(Information shown begins)

"""The lines of an uncertainty budget that the figures of a trace share."""

from __future__ import annotations

import math
from collections.abc import Iterator

import numpy as np

from benchtool.frozen import frozen_record
from benchtool.model.arrays import FloatArray
from benchtool.model.quantity import Contribution
from benchtool.model.timing import Edges, Intervals
from benchtool.timing.grid import blurred_width_floor, phase_lock, width_floor
from benchtool.timing.noise import NoiseFit, fit_noise
from benchtool.timing.scatter import ENOUGH
from benchtool.units import format_value

FEW = 6
"""Intervals below which chance may hide the grid from their scatter."""


@frozen_record(eq=False)
class Setting:
    """What all figures of one trace share."""

    intervals: Intervals
    edges: Edges
    timebase_rel: float
    jitter_rel: float
    period_s: float | None
    noise: NoiseFit | None

    @property
    def grid_s(self) -> float:
        """Grid step that stands for what the grid leaves in each edge."""
        return self.edges.grid_s if self.edges.resolved else self.edges.step_s


def settle_budget(
    intervals: Intervals, edges: Edges, timebase_rel: float, jitter_rel: float
) -> Setting:
    """Return what all figures share: mean period and noise, besides what was assumed.

    Args:
        intervals: What was cut out of the trace.
        edges: Where its edges lie.
        timebase_rel: Half-width of the timebase error, relative.
        jitter_rel: Assumed jitter where one interval is all there is, relative half-width.
    """
    period_s = intervals.period_s
    return Setting(
        intervals=intervals,
        edges=edges,
        timebase_rel=timebase_rel,
        jitter_rel=jitter_rel,
        period_s=float(np.mean(period_s)) if period_s.size else None,
        noise=noise_of(period_s, edges),
    )


def noise_of(period_s: FloatArray, edges: Edges) -> NoiseFit | None:
    """Return the two noises of periods, None where they are too few or do not scatter."""
    if period_s.size < ENOUGH:
        return None
    return fit_noise(period_s, 0.0 if edges.resolved else edges.step_s)


def width_grid(setting: Setting, n: int) -> float:
    """Return what the grid gives the mean of n widths, as a standard uncertainty in seconds."""
    edges = setting.edges
    if not edges.resolved:
        fit = setting.noise
        wander_s2 = fit.accumulating_s2 if fit else 0.0
        edge_s2 = max(0.0, fit.edge_s2 - edges.step_s**2 / 12) if fit else 0.0
        if setting.period_s is None:
            return width_floor(edges.step_s, n, None)
        return blurred_width_floor(edges.step_s, n, setting.period_s, wander_s2, edge_s2)
    locks = [
        phase_lock(edges.times_s[edges.rising == state], edges.step_s, setting.period_s)
        for state in (True, False)
    ]
    return edges.grid_s / math.sqrt(12) * math.hypot(*locks)


def with_floor(
    setting: Setting, own: list[Contribution], floor: float, n: int
) -> list[Contribution]:
    """Add the grid to the scatter, of several intervals only as far as scatter misses it.

    A few intervals on a grid can agree by chance, so there both are added. Where edges are
    interpolated the floor is a rough figure and, of a few, no surer than their scatter.

    Args:
        setting: What all figures share.
        own: The scatter of the figure, in its unit.
        floor: Standard uncertainty that the grid alone gives, in the same unit.
        n: Number of intervals, 1 or more.
    """
    few = n < FEW
    scatter = math.sqrt(sum(term.u**2 for term in own))
    added = n == 1 or (few and not setting.edges.resolved)
    missed = floor if added else math.sqrt(max(0.0, floor**2 - scatter**2))
    dof = n if few and not added else math.inf
    return [*own, grid_error(missed, dof)]


def single_interval(setting: Setting, value: float) -> list[Contribution]:
    """Return what stands in for scatter where one interval is all there is."""
    jitter = Contribution(
        source="assumed jitter",
        u=value * setting.jitter_rel / math.sqrt(3),
        note=f"half-width {format_value(setting.jitter_rel, '1', 2)} of one interval, rectangular",
    )
    noise = Contribution(
        source="edge noise",
        u=math.sqrt(2) * usual_edge_noise(setting),
        note="noise over slew, two edges",
    )
    return [jitter, noise]


def usual_edge_noise(setting: Setting) -> float:
    """Return the rms standard uncertainty of an edge from noise over slew, in seconds."""
    u_s = setting.edges.u_s
    return float(np.sqrt(np.mean(u_s**2))) if u_s.size else 0.0


def scale_errors(setting: Setting, value: float) -> Iterator[Contribution]:
    """Return errors that stretch all times alike: they cancel in the duty."""
    yield Contribution(
        source="timebase",
        u=value * setting.timebase_rel / math.sqrt(3),
        common=True,
        note=f"half-width {format_value(setting.timebase_rel, '1', 2)}, rectangular",
    )
    yield Contribution(
        source="time stamps",
        u=value * setting.edges.stretch_u_rel,
        common=True,
        note="few digits of the times",
    )


def level_error(setting: Setting, factor: float = 1.0) -> Contribution:
    """Return what level and code step give t_high, times a sensitivity (-1 for t_low)."""
    return Contribution(
        source="level",
        u=factor * setting.edges.level_u_s,
        common=True,
        note="reference level and code step over the slew",
    )


def grid_error(u_s: float, dof: float = math.inf) -> Contribution:
    """Return the contribution of the sampling grid."""
    return Contribution(source="grid", u=u_s, dof=dof, note="sampling interval or tick")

(Information shown ends)

*What is expected*:
Reproduce the full listing above, character for character.

*Expected answer*:
"""The lines of an uncertainty budget that the figures of a trace share."""

from __future__ import annotations

import math
from collections.abc import Iterator

import numpy as np

from benchtool.frozen import frozen_record
from benchtool.model.arrays import FloatArray
from benchtool.model.quantity import Contribution
from benchtool.model.timing import Edges, Intervals
from benchtool.timing.grid import blurred_width_floor, phase_lock, width_floor
from benchtool.timing.noise import NoiseFit, fit_noise
from benchtool.timing.scatter import ENOUGH
from benchtool.units import format_value

FEW = 6
"""Intervals below which chance may hide the grid from their scatter."""


@frozen_record(eq=False)
class Setting:
    """What all figures of one trace share."""

    intervals: Intervals
    edges: Edges
    timebase_rel: float
    jitter_rel: float
    period_s: float | None
    noise: NoiseFit | None

    @property
    def grid_s(self) -> float:
        """Grid step that stands for what the grid leaves in each edge."""
        return self.edges.grid_s if self.edges.resolved else self.edges.step_s


def settle_budget(
    intervals: Intervals, edges: Edges, timebase_rel: float, jitter_rel: float
) -> Setting:
    """Return what all figures share: mean period and noise, besides what was assumed.

    Args:
        intervals: What was cut out of the trace.
        edges: Where its edges lie.
        timebase_rel: Half-width of the timebase error, relative.
        jitter_rel: Assumed jitter where one interval is all there is, relative half-width.
    """
    period_s = intervals.period_s
    return Setting(
        intervals=intervals,
        edges=edges,
        timebase_rel=timebase_rel,
        jitter_rel=jitter_rel,
        period_s=float(np.mean(period_s)) if period_s.size else None,
        noise=noise_of(period_s, edges),
    )


def noise_of(period_s: FloatArray, edges: Edges) -> NoiseFit | None:
    """Return the two noises of periods, None where they are too few or do not scatter."""
    if period_s.size < ENOUGH:
        return None
    return fit_noise(period_s, 0.0 if edges.resolved else edges.step_s)


def width_grid(setting: Setting, n: int) -> float:
    """Return what the grid gives the mean of n widths, as a standard uncertainty in seconds."""
    edges = setting.edges
    if not edges.resolved:
        fit = setting.noise
        wander_s2 = fit.accumulating_s2 if fit else 0.0
        edge_s2 = max(0.0, fit.edge_s2 - edges.step_s**2 / 12) if fit else 0.0
        if setting.period_s is None:
            return width_floor(edges.step_s, n, None)
        return blurred_width_floor(edges.step_s, n, setting.period_s, wander_s2, edge_s2)
    locks = [
        phase_lock(edges.times_s[edges.rising == state], edges.step_s, setting.period_s)
        for state in (True, False)
    ]
    return edges.grid_s / math.sqrt(12) * math.hypot(*locks)


def with_floor(
    setting: Setting, own: list[Contribution], floor: float, n: int
) -> list[Contribution]:
    """Add the grid to the scatter, of several intervals only as far as scatter misses it.

    A few intervals on a grid can agree by chance, so there both are added. Where edges are
    interpolated the floor is a rough figure and, of a few, no surer than their scatter.

    Args:
        setting: What all figures share.
        own: The scatter of the figure, in its unit.
        floor: Standard uncertainty that the grid alone gives, in the same unit.
        n: Number of intervals, 1 or more.
    """
    few = n < FEW
    scatter = math.sqrt(sum(term.u**2 for term in own))
    added = n == 1 or (few and not setting.edges.resolved)
    missed = floor if added else math.sqrt(max(0.0, floor**2 - scatter**2))
    dof = n if few and not added else math.inf
    return [*own, grid_error(missed, dof)]


def single_interval(setting: Setting, value: float) -> list[Contribution]:
    """Return what stands in for scatter where one interval is all there is."""
    jitter = Contribution(
        source="assumed jitter",
        u=value * setting.jitter_rel / math.sqrt(3),
        note=f"half-width {format_value(setting.jitter_rel, '1', 2)} of one interval, rectangular",
    )
    noise = Contribution(
        source="edge noise",
        u=math.sqrt(2) * usual_edge_noise(setting),
        note="noise over slew, two edges",
    )
    return [jitter, noise]


def usual_edge_noise(setting: Setting) -> float:
    """Return the rms standard uncertainty of an edge from noise over slew, in seconds."""
    u_s = setting.edges.u_s
    return float(np.sqrt(np.mean(u_s**2))) if u_s.size else 0.0


def scale_errors(setting: Setting, value: float) -> Iterator[Contribution]:
    """Return errors that stretch all times alike: they cancel in the duty."""
    yield Contribution(
        source="timebase",
        u=value * setting.timebase_rel / math.sqrt(3),
        common=True,
        note=f"half-width {format_value(setting.timebase_rel, '1', 2)}, rectangular",
    )
    yield Contribution(
        source="time stamps",
        u=value * setting.edges.stretch_u_rel,
        common=True,
        note="few digits of the times",
    )


def level_error(setting: Setting, factor: float = 1.0) -> Contribution:
    """Return what level and code step give t_high, times a sensitivity (-1 for t_low)."""
    return Contribution(
        source="level",
        u=factor * setting.edges.level_u_s,
        common=True,
        note="reference level and code step over the slew",
    )


def grid_error(u_s: float, dof: float = math.inf) -> Contribution:
    """Return the contribution of the sampling grid."""
    return Contribution(source="grid", u=u_s, dof=dof, note="sampling interval or tick")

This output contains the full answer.